Spot each line in the data below containing "once" and copy it.

═════ Exercise materials ═════

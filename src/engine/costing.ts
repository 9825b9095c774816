// The costing workbook: every variant's unit cost at every run size, computed by the formula engine so that any cost
// cell can be overridden with a formula, and laid out so that opening, a price edit and a rate change stay fast.
//
// Layout (chosen by measurement, see `npm run bench`; one ordinary formula per cost figure took ~1.8 s to open here,
// and the engine spends ~10–20 µs on every cell it recomputes, so the design counts cells):
//   Rates     one row per currency: code, base units per unit.
//   Settings  one row: labour rate/h, minutes per unit, minutes per placement, test cost, overhead %, margin %.
//   Quotes    one row per usable quote, grouped by part then supplier: =Rates!B<k>, MOQ, pack, qty1, price1, …
//   Demand    one cell per distinct (part, pinned supplier, need): =COST_BEST(need, Quotes!A<s>:<e>) → cents.
//             Variants that need the same quantity of a part share the cell: a few hundred cells, not 48,000.
//   Blocks    build lines that split the family alike (common to all; by steps; by stage…) are summed once per
//             distinct choice: =SUM(Demand!A…) → cents. Lines that may buy one part (their own or an approved
//             alternate) always share a block, so a variant's lines of one part merge into one purchase. A variant
//             then reads a handful of block cells, not 80 lines; variants buying the same list share its cell.
//   Landed    each quote row carries the landed percentages that fall to us on its term, so COST_BEST chooses by
//             landed cost. Only when some supplier charges an amount per order: Demand gets a second column (the
//             chosen row's supplier token), Blocks a second column (their tokens), Suppliers one row per supplier
//             (freight and charges per order in base cents) and OrderCosts one cell per variant and run size
//             (=COST_ORDERS: the amounts per order of the suppliers it buys from), added to its cents.
//   Variants  ONE cell per variant and run size: =COST_RUN(run, placements, Settings!A1:F1, Blocks!A…, …) → unit cost.
//             The first override on a variant expands its row: labour, test, overhead and material get cells of their
//             own (same kernels) and the unit cost becomes =COST_UNIT(material, labour, test, overhead).
// A quote price edit dirties one Quotes cell, the few Demand cells of that part, their blocks, and only the variants
// that buy that part. A rate edit dirties the Demand cells in that currency once each, however many variants share
// them. A quote's other terms and its validity (superseded, expired, deleted) are taken by writing its row again, or
// blank (updateQuote); a quote that was not usable at open, or is new, needs the workbook opened again. Prices, rates,
// cost settings and overrides are live. A variant whose lines change (a parameter, a quantity, a rule) is costed again
// in place block by block with the blocks of the open: Demand and Blocks cells are added for needs and lists of them
// not costed yet, and only the rows whose formulas come out different are set. The price is derived on reading:
// unit cost / (1 − margin).
import type { CellValue, ExportedChange, HyperFormula, SimpleCellAddress } from 'hyperformula';
import type { Book, BuildLine, CurrencyCode, Quote, Supplier } from '../domain/book.ts';
import {
  costVariantRun,
  candidateQuotes,
  labourUnit,
  overheadPerUnit,
  placementsPerUnit,
  prepareCosting,
  priceFor,
  quoteProblem,
  roundUnit,
  toTenThousandths,
  unitCostOf,
  variantDemands,
} from '../domain/costing.ts';
import type { CostedBom, CostingContext, ResolvedLine, Result, SupplyOptions } from '../domain/costing.ts';
import { approvedParts } from '../domain/alternates.ts';
import { hasPerOrder, landedRates } from '../domain/landed.ts';
import { QUOTE_ROW_HEAD } from './costing-functions.ts';
import { changeInOne, createEngine } from './create.ts';
import type { FamilyResolution } from './family.ts';
import { columnLetters } from './cells.ts';
import { normalizeFormula } from './formula-syntax.ts';

/** Each variant's resolved lines by variant id. */
export type Resolution = Map<string, readonly ResolvedLine[]>;

/** Cost figures a user may override with a formula. labour, test and overhead are per variant; the rest per run. */
export const COST_FIELDS = ['labour', 'test', 'overhead', 'material', 'unitCost'] as const;
export type CostField = (typeof COST_FIELDS)[number];
/** Figures that can be read: the overridable ones and the price (derived from unit cost and margin). */
export type CostFigure = CostField | 'price';
const PER_VARIANT: ReadonlySet<CostField> = new Set(['labour', 'test', 'overhead']);

export interface UnitCostRow {
  variantId: string;
  variant: string;
  run: number;
  /** NaN when the cost cannot be computed; `error` says why. */
  unitCost: number;
  price: number;
  error?: string;
}

export interface ChangedCost {
  variantId: string;
  run: number;
}
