@customElement('rb-quotes-page')
export class RbQuotesPage extends LitElement {
  static override styles = [
    pageStyles,
    css`
      .status {
        white-space: nowrap;
      }
      .status.current {
        color: var(--rb-pass);
      }
      .status.expired {
        color: var(--rb-margin);
        font-weight: 600;
      }
      .status.superseded {
        color: var(--rb-na);
      }
      tr.superseded td:not(.acts):not(.status-cell) {
        color: var(--rb-na);
        text-decoration: line-through;
        text-decoration-color: var(--rb-rule);
      }
      tr.expired td {
        background: var(--rb-margin-bg);
      }
      td.supplier {
        white-space: nowrap;
      }
      td.status-cell {
        max-width: 11rem;
      }
      td.breaks {
        font-family: var(--rb-mono);
        font-size: 0.82rem;
        min-width: 14rem;
      }
      .part-desc {
        display: block;
        font-family: var(--rb-font);
        font-size: 0.78rem;
        color: var(--rb-na);
        white-space: normal;
        max-width: 18rem;
      }
      .problem {
        color: var(--rb-fail);
        font-size: 0.84rem;
      }
      .find {
        display: flex;
        flex-wrap: wrap;
        gap: 0.5rem 0.9rem;
        align-items: baseline;
        margin: 0 0 0.6rem;
        font-size: 0.9rem;
      }
      .find input[type='search'] {
        min-width: 16rem;
      }
      .find select {
        max-width: 16rem;
      }
      tr.saving td {
        color: var(--rb-na);
      }
      label.check {
        font-size: 0.9rem;
      }
    `,
  ];

  private readonly books = new BookController(this);
  /**
   * A long list draws a slice of rows per frame. Quote rows are heavy to lay out (wrapped price breaks and part
   * descriptions): a frame laying out 30 of them held the page for 40–57 ms with the reference family's 185 quotes,
   * one laying out 15 for 33–41 ms (Chrome trace, CPU time, under load), so the slices are half the usual size. Fixed
   * column widths did not shorten these frames: the table's columns are still worked out from their content.
   */
  private readonly drawn = new ProgressiveRows(this, QUOTE_ROWS_PER_FRAME);
  @state() private editing: Editing | undefined;
  @state() private filter = '';
  /** Only this supplier's quotes, or every supplier's when ''. */
  @state() private supplierId = '';
  /** Only the quotes for this part, or for every part when ''. */
  @state() private partId = '';
  @state() private hideSuperseded = false;
  @state() private shown = PAGE_ROWS;
  @state() private confirmDelete: string | undefined;
  @state() private rowProblem: { id: string; message: string } | undefined;
  /**
   * Quote edits shown in the list while they are stored: the form closes at once and the row shows the edit marked
   * as saving. A save that fails puts the row back as stored and opens the form again with the edit and the reason
   * (or, when another quote is in the form by then, says it on the row).
   */
  @state() private saving: ReadonlyMap<string, Quote> = new Map();
  private rowCache: { key: unknown[]; rows: Quote[] } | undefined;

  override render() {
    const book = this.books.book;
    if (!book) return html``;
    return html`${this.editing
        ? html`<rb-quote-form
            .book=${book}
            .quote=${this.editing.quote}
            .saveError=${this.editing.saveError}
            .draftShown=${this.editing.draft}
            @rb-quote-submit=${this._onSubmit}
            @rb-quote-cancel=${() => (this.editing = undefined)}
          ></rb-quote-form>`
        : ''}
      ${this.renderList(book)}
      <rb-import-batches></rb-import-batches>`;
  }

  private renderList(book: Book) {
    const date = book.settings.costingDate ?? todayIso();
    const parts = new Map(book.parts.map((p) => [p.id, p] as const));
    const suppliers = new Map(book.suppliers.map((s) => [s.id, s] as const));
    const byId = new Map(book.quotes.map((q) => [q.id, q] as const));
    const f = this.filter.trim().toLowerCase();
    const rows = this.sortedRows(book, f, parts, suppliers);
    const current = book.quotes.filter((q) => q.supersededBy === undefined);
    const expired = current.filter((q) => q.expires !== undefined && q.expires < date).length;
    const superseded = book.quotes.length - current.length;
    const visible = rows.slice(0, this.shown);
    return html`<section class="sheet" aria-labelledby="quotes-h">
      <h2 id="quotes-h">Quotes in this Book</h2>
      <p class="why" data-testid="quotes-summary">
        ${n(book.quotes.length)} quotes: ${n(current.length - expired)} current, ${n(expired)} expired, ${n(superseded)} superseded.
        Expiry is judged at ${date}${book.settings.costingDate ? ' (the Book’s costing date)' : ' (today)'}. Prices are per
        unit in the quote’s currency, written “from quantity @ price”.
      </p>
      <div class="toolbar">
        <button type="button" class="primary" @click=${() => this.startEdit(undefined)}>Add a quote</button>
      </div>
      <div class="find" role="search" aria-label="Find quotes">
        <input
          type="search"
          placeholder="Search part number, description, supplier or code…"
          aria-label="Filter quotes"
          .value=${this.filter}
          @input=${(e: Event) => {
            this.filter = (e.target as HTMLInputElement).value;
            this.shown = PAGE_ROWS;
          }}
        />
        <label
          >supplier
          <select aria-label="Supplier" data-testid="quotes-supplier" @change=${(e: Event) => this.choose({ supplierId: (e.target as HTMLSelectElement).value })}>
            <option value="" ?selected=${this.supplierId === ''}>every supplier</option>
            ${[...book.suppliers]
              .sort((a, b) => a.name.localeCompare(b.name))
              .map((x) => html`<option value=${x.id} ?selected=${x.id === this.supplierId}>${x.name}</option>`)}
          </select></label
        >
        <label
          >part
          <select aria-label="Part" data-testid="quotes-part" @change=${(e: Event) => this.choose({ partId: (e.target as HTMLSelectElement).value })}>
            <option value="" ?selected=${this.partId === ''}>every part</option>
            ${this.quotedParts(book).map((p) => html`<option value=${p.id} ?selected=${p.id === this.partId}>${p.mpn}</option>`)}
          </select></label
        >
        <label class="check"
          ><input
            type="checkbox"
            .checked=${this.hideSuperseded}
            @change=${(e: Event) => (this.hideSuperseded = (e.target as HTMLInputElement).checked)}
          />
          hide superseded</label
        >
        <span class="muted" data-testid="quotes-shown">${n(rows.length)} of ${n(book.quotes.length)} shown</span>
        ${f || this.supplierId || this.partId || this.hideSuperseded
          ? html`<button type="button" class="quiet" @click=${this.clearFind}>show all</button>`
          : ''}
      </div>
      ${rows.length === 0
        ? html`<p class="empty">${book.quotes.length === 0 ? 'No quotes yet. Add one above or import a supplier price file.' : 'No quote matches the search and choices above.'}</p>`
        : html`<div class="scroll">
            <table class="records" data-testid="quotes-table">
              <thead>
                <tr>
                  <th>part</th>
                  <th>supplier</th>
                  <th>status</th>
                  <th>price breaks</th>
                  <th>currency</th>
                  <th class="num">moq</th>
                  <th class="num">pack</th>
                  <th class="num">lead time</th>
                  <th>date</th>
                  <th>expires</th>
                  <th>supplier code</th>
                  <th>source</th>
                  <th><span class="muted">actions</span></th>
                </tr>
              </thead>
              <tbody>
                ${this.drawn.take(visible).map((q) => this.renderRow(q, parts.get(q.partId), suppliers.get(q.supplierId), date, byId))}
              </tbody>
            </table>
          </div>
          ${rows.length > visible.length
            ? html`<p class="muted">
                Showing ${visible.length} of ${rows.length}.
                <button type="button" @click=${() => (this.shown += PAGE_ROWS)}>Show ${Math.min(PAGE_ROWS, rows.length - visible.length)} more</button>
              </p>`
            : ''}`}
    </section>`;
  }

  /** Filtered and sorted quotes, kept until the Book or the filter changes (typing must not re-sort 50,000 rows). */
  private sortedRows(book: Book, f: string, parts: Map<string, Part>, suppliers: Map<string, Supplier>): Quote[] {
    const key = [book.quotes, book.parts, book.suppliers, f, this.hideSuperseded, this.supplierId, this.partId];
    const c = this.rowCache;
    if (c && c.key.every((k, i) => k === key[i])) return c.rows;
    const collator = new Intl.Collator('en', { numeric: true });
    const partName = (q: Quote): string => parts.get(q.partId)?.mpn ?? q.partId;
    const supplierName = (q: Quote): string => suppliers.get(q.supplierId)?.name ?? q.supplierId;
    const rows = book.quotes
      .filter((q) => !this.hideSuperseded || q.supersededBy === undefined)
      .filter((q) => (this.supplierId === '' || q.supplierId === this.supplierId) && (this.partId === '' || q.partId === this.partId))
      .filter((q) => {
        if (!f) return true;
        const p = parts.get(q.partId);
        return `${p?.mpn ?? ''} ${p?.description ?? ''} ${supplierName(q)} ${q.supplierCode}`.toLowerCase().includes(f);
      })
      .sort(
        (a, b) =>
          collator.compare(partName(a), partName(b)) ||
          collator.compare(supplierName(a), supplierName(b)) ||
          Number(a.supersededBy !== undefined) - Number(b.supersededBy !== undefined) ||
          (a.date < b.date ? 1 : a.date > b.date ? -1 : 0),
      );
    this.rowCache = { key, rows };
    return rows;
  }

  /** Parts that have a quote, by part number: the part choice offers only those. */
  private quotedParts(book: Book): Part[] {
    const quoted = new Set(book.quotes.map((q) => q.partId));
    const collator = new Intl.Collator('en', { numeric: true });
    return book.parts.filter((p) => quoted.has(p.id)).sort((a, b) => collator.compare(a.mpn, b.mpn));
  }

  private choose(patch: { supplierId?: string; partId?: string }): void {
    if (patch.supplierId !== undefined) this.supplierId = patch.supplierId;
    if (patch.partId !== undefined) this.partId = patch.partId;
    this.shown = PAGE_ROWS;
  }

  private readonly clearFind = (): void => {
    this.filter = '';
    this.supplierId = '';
    this.partId = '';
    this.hideSuperseded = false;
    this.shown = PAGE_ROWS;
  };

  private renderRow(stored: Quote, part: Part | undefined, supplier: Supplier | undefined, date: string, byId: Map<string, Quote>) {
    const pending = this.saving.get(stored.id);
    const q = pending ?? stored;
    const status = quoteStatus(q, date, q.supersededBy ? byId.get(q.supersededBy) : undefined);
    const confirming = this.confirmDelete === q.id;
    const problem = this.rowProblem?.id === q.id ? this.rowProblem.message : undefined;
    const editing = this.editing?.quote?.id === q.id;
    return html`<tr class="${status.state}${editing ? ' editing' : ''}${pending ? ' saving' : ''}" data-id=${q.id} data-state=${status.state}>
      <td class="code">${part?.mpn ?? `(missing part ${q.partId})`}<span class="part-desc">${part?.description ?? ''}</span></td>
      <td class="supplier">${supplier?.name ?? q.supplierId}</td>
      <td class="status-cell">
        ${pending
          ? html`<span class="status" role="status">saving…</span>`
          : html`<span class="status ${status.state}">${status.symbol} ${status.words}</span>`}
      </td>
      <td class="breaks">${breaksText(q.breaks)}</td>
      <td class="code">${q.currency}</td>
      <td class="num">${qtyText(q.moq)}</td>
      <td class="num">${qtyText(q.pack)}</td>
      <td class="num">${leadText(q.leadDays)}</td>
      <td class="num">${q.date}</td>
      <td class="num">${q.expires ?? '—'}</td>
      <td class="code">${q.supplierCode}</td>
      <td class="code">${q.source}</td>
      <td class="acts">
        ${pending
          ? ''
          : rowActions({
          confirming,
          question: `Delete this quote?`,
          onDelete: () => this.delete(q),
          onKeep: () => (this.confirmDelete = undefined),
          onEdit: () => this.startEdit(q),
              onAskDelete: () => this.askDelete(q),
            })}
        ${problem ? html`<div class="problem" role="alert">✗ ${problem}</div>` : ''}
      </td>
    </tr>`;
  }

  private startEdit(quote: Quote | undefined): void {
    this.confirmDelete = undefined;
    this.rowProblem = undefined;
    this.editing = { quote };
    void this.updateComplete.then(() => {
      const form = this.renderRoot.querySelector('rb-quote-form');
      form?.scrollIntoView({ block: 'start' });
    });
  }

  private readonly _onSubmit = async (ev: CustomEvent<QuoteSubmitDetail>): Promise<void> => {
    const service = this.books.service;
    const e = this.editing;
    if (!service || !e) return;
    const book = service.book;
    const q = ev.detail.quote;
    if (e.quote && !book.quotes.some((x) => x.id === e.quote!.id)) {
      this.editing = { ...e, saveError: 'This quote was deleted elsewhere; nothing was saved.' };
      return;
    }
    // A new quote for a part and supplier replaces their current one, which stays in the Book as superseded.
    const replaced = e.quote ? [] : supersede(currentQuoteIndex(book.quotes), q);
    // An edited quote is shown in the list at once, marked as saving, while it is stored.
    if (e.quote) this.showSaving(q.id, q);
    const result = await service.save({ put: { quotes: [...replaced, q] } });
    if (e.quote) this.showSaving(q.id, undefined);
    if (result.ok) {
      if (!e.quote) this.editing = undefined;
    } else if (!e.quote || this.editing === undefined) this.editing = { ...e, saveError: result.message, draft: ev.detail.draft };
    else this.rowProblem = { id: q.id, message: result.message };
  };

  /** Shows `quote` in the list in place of the stored quote `id` while it saves (closing its form), or stops. */
  private showSaving(id: string, quote: Quote | undefined): void {
    const next = new Map(this.saving);
    if (quote) next.set(id, quote);
    else next.delete(id);
    this.saving = next;
    if (quote && this.editing?.quote?.id === id) this.editing = undefined;
  }

  private askDelete(q: Quote): void {
    this.rowProblem = undefined;
    this.confirmDelete = q.id;
  }

  private async delete(q: Quote): Promise<void> {
    const service = this.books.service;
    this.confirmDelete = undefined;
    if (!service) return;
    // The quotes this one replaced become current again, as if it had never come.
    const restored = service.book.quotes
      .filter((x) => x.supersededBy === q.id)
      .map(({ supersededBy: _gone, ...rest }) => rest);
    const result = await service.save({ put: { quotes: restored }, delete: { quotes: [q.id] } });
    if (!result.ok) this.rowProblem = { id: q.id, message: result.message };
    else if (this.editing?.quote?.id === q.id) this.editing = undefined;
  }
}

═════

Solution for this problem ::
//   Blocks    build lines that split the family alike (common to all; by steps; by stage…) are summed once per
// that buy that part. A rate edit dirties the Demand cells in that currency once each, however many variants share
   * Quote edits shown in the list while they are stored: the form closes at once and the row shows the edit marked
    // An edited quote is shown in the list at once, marked as saving, while it is stored.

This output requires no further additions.